Scientists from the University of Utah have created a sensitive prototype card-swipe device that could be used to test microscopic blood, saliva or urine samples loaded in a card, for dozens or even hundreds of diseases simultaneously, using giant magnetoresistance, or GMR technology.
Magnetoresistance is the change in a material’s resistance to electrical current where an external magnetic field is applied to the material. That change is not usually more than one per cent. But some multilayer materials display a change in resistance of as much as 80 per cent. This is giant magnetoresistance.
The prototype reader has four GMR devices: two sensors to detect changes to the magnetic fields of the sample spots, and two ‘reference elements’ to distinguish how magnetic measurements were affected by temperature changes as opposed to the presence of disease indicators in medical samples.

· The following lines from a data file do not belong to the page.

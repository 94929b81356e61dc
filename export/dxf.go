package export

import (
	"bufio"
	"fmt"
	"io"
	"strconv"

	"github.com/foilwright/foilwright/geometry"
)

// Layers of the DXF exports.
const (
	LayerSection = "SECTION" // the closed polyline through the nodes
	LayerSpline  = "SPLINE"  // the cubic spline through the same nodes, and a blunt trailing edge's base
	LayerChord   = "CHORD"   // the chord line
	LayerDatum   = "DATUM"   // marks at the leading edge, the trailing edge and the quarter chord
)

// num formats v with the fewest digits that read back to exactly v, and
// never with an exponent (which some DXF readers refuse).
func num(v float64) string {
	if v == 0 {
		return "0" // also for −0
	}
	return strconv.FormatFloat(v, 'f', -1, 64)
}

// insUnits returns the DXF $INSUNITS code of u: 1 inches, 4 millimetres,
// 6 metres, 0 unitless (chord units).
func insUnits(u geometry.Unit) int {
	switch u {
	case geometry.Inch:
		return 1
	case geometry.Millimetre:
		return 4
	case geometry.Metre:
		return 6
	}
	return 0
}

// dxfWriter writes group-code / value pairs and keeps the first error.
type dxfWriter struct {
	w   *bufio.Writer
	err error
}

func (d *dxfWriter) pair(code int, value string) {
	if d.err == nil {
		_, d.err = fmt.Fprintf(d.w, "%3d\n%s\n", code, value)
	}
}

func (d *dxfWriter) int(code, v int) { d.pair(code, strconv.Itoa(v)) }

func (d *dxfWriter) float(code int, v float64) { d.pair(code, num(v)) }

func (d *dxfWriter) point(base int, p geometry.Vec3) {
	d.float(base, p.X)
	d.float(base+10, p.Y)
	d.float(base+20, p.Z)
}

// header writes the HEADER section (release 12, the unit and the extents)
// and the tables: line types and layers.
func (d *dxfWriter) header(u geometry.Unit, lo, hi geometry.Vec3, layers []dxfLayer) {
	d.pair(999, "written by foilwright")
	d.pair(0, "SECTION")
	d.pair(2, "HEADER")
	d.pair(9, "$ACADVER")
	d.pair(1, "AC1009")
	d.pair(9, "$INSUNITS")
	d.int(70, insUnits(u))
	d.pair(9, "$MEASUREMENT")
	if u == geometry.Inch {
		d.int(70, 0)
	} else {
		d.int(70, 1)
	}
	d.pair(9, "$EXTMIN")
	d.point(10, lo)
	d.pair(9, "$EXTMAX")
	d.point(10, hi)
	d.pair(0, "ENDSEC")

	d.pair(0, "SECTION")
	d.pair(2, "TABLES")
	d.pair(0, "TABLE")
	d.pair(2, "LTYPE")
	d.int(70, 2)
	d.pair(0, "LTYPE")
	d.pair(2, "CONTINUOUS")
	d.int(70, 0)
	d.pair(3, "Solid line")
	d.int(72, 65)
	d.int(73, 0)
	d.float(40, 0)
	d.pair(0, "LTYPE")
	d.pair(2, "DASHED")
	d.int(70, 0)
	d.pair(3, "Dashed __ __ __")
	d.int(72, 65)
	d.int(73, 2)
	d.float(40, 0.75)
	d.float(49, 0.5)
	d.float(49, -0.25)
	d.pair(0, "ENDTAB")
	d.pair(0, "TABLE")
	d.pair(2, "LAYER")
	d.int(70, len(layers))
	for _, l := range layers {
		d.pair(0, "LAYER")
		d.pair(2, l.name)
		d.int(70, 0)
		d.int(62, l.colour)
		d.pair(6, l.ltype)
	}
	d.pair(0, "ENDTAB")
	d.pair(0, "ENDSEC")
	d.pair(0, "SECTION")
	d.pair(2, "ENTITIES")
}

// dxfLayer is one layer of the LAYER table: name, colour number of the
// DXF palette and line type.
type dxfLayer struct {
	name   string
	colour int
	ltype  string
}

// sectionLayers are the layers of a section export.
var sectionLayers = []dxfLayer{
	{LayerSection, 7, "CONTINUOUS"}, // white (black on a light background)
	{LayerSpline, 5, "CONTINUOUS"},  // blue
	{LayerChord, 8, "DASHED"},       // grey
	{LayerDatum, 1, "CONTINUOUS"},   // red
}

// finish closes the ENTITIES section and the file.
func (d *dxfWriter) finish() error {
	d.pair(0, "ENDSEC")
	d.pair(0, "EOF")
	if d.err == nil {
		d.err = d.w.Flush()
	}
	return d.err
}

// polyline writes a POLYLINE with its VERTEX entities and SEQEND: a 3D
// polyline (flag 8) when threeD, closed (flag 1) when closed.
func (d *dxfWriter) polyline(layer string, pts []geometry.Vec3, closed, threeD bool) {
	flags, vflags := 0, 0
	if closed {
		flags |= 1
	}
	if threeD {
		flags |= 8
		vflags = 32
	}
	d.pair(0, "POLYLINE")
	d.pair(8, layer)
	d.int(66, 1)
	d.point(10, geometry.Vec3{})
	d.int(70, flags)
	for _, p := range pts {
		d.pair(0, "VERTEX")
		d.pair(8, layer)
		d.point(10, p)
		d.int(70, vflags)
	}
	d.pair(0, "SEQEND")
	d.pair(8, layer)
}

// spline writes a SPLINE entity through pts: its fit points, and the
// control points and knots of the interpolating cubic B-spline. normal is
// the normal of the plane the spline lies in.
func (d *dxfWriter) spline(layer string, pts []geometry.Vec3, normal geometry.Vec3) error {
	b, _, err := interpolate(pts)
	if err != nil {
		return err
	}
	d.pair(0, "SPLINE")
	d.pair(100, "AcDbEntity")
	d.pair(8, layer)
	d.pair(100, "AcDbSpline")
	d.point(210, normal)
	d.int(70, 8) // planar
	d.int(71, 3) // degree
	d.int(72, len(b.knots))
	d.int(73, len(b.ctrl))
	d.int(74, len(pts))
	d.float(42, 1e-10)
	d.float(43, 1e-10)
	d.float(44, 1e-10)
	for _, k := range b.knots {
		d.float(40, k)
	}
	for _, c := range b.ctrl {
		d.point(10, c)
	}
	for _, p := range pts {
		d.point(11, p)
	}
	return nil
}

func (d *dxfWriter) line(layer string, a, b geometry.Vec3) {
	d.pair(0, "LINE")
	d.pair(8, layer)
	d.point(10, a)
	d.point(11, b)
}

func (d *dxfWriter) pointEntity(layer string, p geometry.Vec3) {
	d.pair(0, "POINT")
	d.pair(8, layer)
	d.point(10, p)
}

func (d *dxfWriter) text(layer string, at geometry.Vec3, height float64, s string) {
	d.pair(0, "TEXT")
	d.pair(8, layer)
	d.point(10, at)
	d.float(40, height)
	d.pair(1, s)
}

// DXF writes p as an ASCII DXF file (see the package documentation): the
// closed polyline, the spline, the chord line and the datum marks, on
// their layers, in p's unit, in the coordinates of the section's plane
// (StationsDXF places sections in space). It returns the first error of
// w, and an error for nodes a spline cannot pass through.
func DXF(w io.Writer, p *Placed) error {
	flat := *p
	flat.Plane = nil // one section: in its own plane's coordinates
	p = &flat
	d := &dxfWriter{w: bufio.NewWriter(w)}
	pts := p.space(p.outline())
	lo, hi := extent(pts)
	d.header(p.Units, lo, hi, sectionLayers)
	if err := d.section(p, LayerSection, LayerSpline); err != nil {
		return err
	}
	d.line(LayerChord, p.In3D(p.LE), p.In3D(p.TE))
	mark := 0.02 * p.Chord
	for _, m := range []struct {
		at    geometry.Point
		label string
	}{{p.LE, "LE"}, {p.TE, "TE"}, {p.QuarterChord, "c/4"}} {
		d.datum(p, m.at, mark, m.label)
	}
	return d.finish()
}

// section writes the outline of p on layer poly (closed polyline) and on
// layer spl (a spline through the same nodes, closed by a line across a
// blunt trailing edge).
func (d *dxfWriter) section(p *Placed, poly, spl string) error {
	pts := p.space(p.outline())
	d.polyline(poly, pts, true, p.Plane != nil)
	all := p.space(p.Nodes)
	if err := d.spline(spl, all, p.normal()); err != nil {
		return err
	}
	if !p.Sharp {
		d.line(spl, all[len(all)-1], all[0])
	}
	return nil
}

// datum writes a cross of half-size s at q (in the section's plane), a
// POINT at its centre and, for a section in the drawing plane, its label
// (TEXT lies in its own coordinate system, which a section in space does
// not share).
func (d *dxfWriter) datum(p *Placed, q geometry.Point, s float64, label string) {
	dir := p.TE.Sub(p.LE).Scale(1 / p.TE.Dist(p.LE))
	nrm := geometry.Point{X: -dir.Y, Y: dir.X}
	d.line(LayerDatum, p.In3D(q.Sub(dir.Scale(s))), p.In3D(q.Add(dir.Scale(s))))
	d.line(LayerDatum, p.In3D(q.Sub(nrm.Scale(s))), p.In3D(q.Add(nrm.Scale(s))))
	d.pointEntity(LayerDatum, p.In3D(q))
	if p.Plane == nil {
		d.text(LayerDatum, p.In3D(q.Add(nrm.Scale(1.5*s)).Add(dir.Scale(0.5*s))), s, label)
	}
}

// space returns qs in space (see In3D).
func (p *Placed) space(qs []geometry.Point) []geometry.Vec3 {
	out := make([]geometry.Vec3, len(qs))
	for i, q := range qs {
		out[i] = p.In3D(q)
	}
	return out
}

// normal returns the normal of the section's plane.
func (p *Placed) normal() geometry.Vec3 {
	if p.Plane == nil {
		return geometry.Vec3{Z: 1}
	}
	n := p.Plane.N
	return geometry.Vec3{X: n[0], Y: n[1], Z: n[2]}
}

// extent returns the corners of the box round pts.
func extent(pts []geometry.Vec3) (lo, hi geometry.Vec3) {
	lo, hi = pts[0], pts[0]
	for _, q := range pts {
		lo = geometry.Vec3{X: min(lo.X, q.X), Y: min(lo.Y, q.Y), Z: min(lo.Z, q.Z)}
		hi = geometry.Vec3{X: max(hi.X, q.X), Y: max(hi.Y, q.Y), Z: max(hi.Z, q.Z)}
	}
	return lo, hi
}

// LayerEdges is the layer of the stations export's guide lines: 3D
// polylines through the leading edges and through the trailing-edge
// midpoints of the stations, in station order (guide rails for a loft).
const LayerEdges = "EDGES"

// StationLayer returns the layer of a station's polyline in the stations
// export: its name in capitals, with characters other than letters,
// digits, '-' and '_' replaced by '_'; its spline goes on the layer of
// that name followed by "-SPLINE".
func StationLayer(name string) string {
	var b []byte
	for _, r := range name {
		switch {
		case r >= 'a' && r <= 'z':
			b = append(b, byte(r-'a'+'A'))
		case r >= 'A' && r <= 'Z', r >= '0' && r <= '9', r == '-', r == '_':
			b = append(b, byte(r))
		default:
			b = append(b, '_')
		}
	}
	if len(b) == 0 {
		return "STATION"
	}
	return string(b)
}

// StationsDXF writes the stations of a blade in space for a CAD loft: for
// each station a closed 3D POLYLINE through its nodes on its own layer
// (StationLayer) and a SPLINE through the same nodes on that layer with
// "-SPLINE" appended (closed across a blunt trailing edge by a LINE), and
// the guide lines through the leading and trailing edges on layer
// LayerEdges. It returns an error for stations in different units, two
// stations on one layer, and the first error of w.
func StationsDXF(w io.Writer, sts []Station) error {
	if err := sameUnits(sts); err != nil {
		return err
	}
	var layers []dxfLayer
	seen := map[string]string{}
	var all []geometry.Vec3
	for k, st := range sts {
		name := StationLayer(st.Section.Name)
		if other, ok := seen[name]; ok {
			return fmt.Errorf("export: stations %q and %q share the layer %s", other, st.Section.Name, name)
		}
		seen[name] = st.Section.Name
		colour := 1 + k%6
		layers = append(layers, dxfLayer{name, colour, "CONTINUOUS"}, dxfLayer{name + "-SPLINE", colour, "CONTINUOUS"})
		all = append(all, st.Section.space(st.Section.Nodes)...)
	}
	layers = append(layers, dxfLayer{LayerEdges, 8, "DASHED"})
	d := &dxfWriter{w: bufio.NewWriter(w)}
	lo, hi := extent(all)
	d.header(sts[0].Section.Units, lo, hi, layers)
	var les, tes []geometry.Vec3
	for _, st := range sts {
		p := st.Section
		name := StationLayer(p.Name)
		pts := p.space(p.outline())
		d.polyline(name, pts, true, true)
		nodes := p.space(p.Nodes)
		if err := d.spline(name+"-SPLINE", nodes, p.normal()); err != nil {
			return fmt.Errorf("export: station %q: %w", p.Name, err)
		}
		if !p.Sharp {
			d.line(name+"-SPLINE", nodes[len(nodes)-1], nodes[0])
		}
		les, tes = append(les, p.In3D(p.LE)), append(tes, p.In3D(p.TE))
	}
	if len(sts) > 1 {
		d.polyline(LayerEdges, les, false, true)
		d.polyline(LayerEdges, tes, false, true)
	}
	return d.finish()
}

The prototype does not yet resemble a credit card reader device, instead it is currently around the size of a PC, and is being used to ‘read’ samples placed on pyrex glass sample sticks about three-quarters of an inch long, and one-eigth of an inch wide. However, once developed commercially, the creators are hopeful the design will be refined to look like a credit card reader.
Research co-author Michael Granger, explained: “You can envision this as a wellness check in which a patient sample – blood, urine, saliva – is spotted on a sample stick or card, scanned, and then the readout indicates your state of well-being.”
Unlike lab tests today, results could be available in minutes not hours to weeks.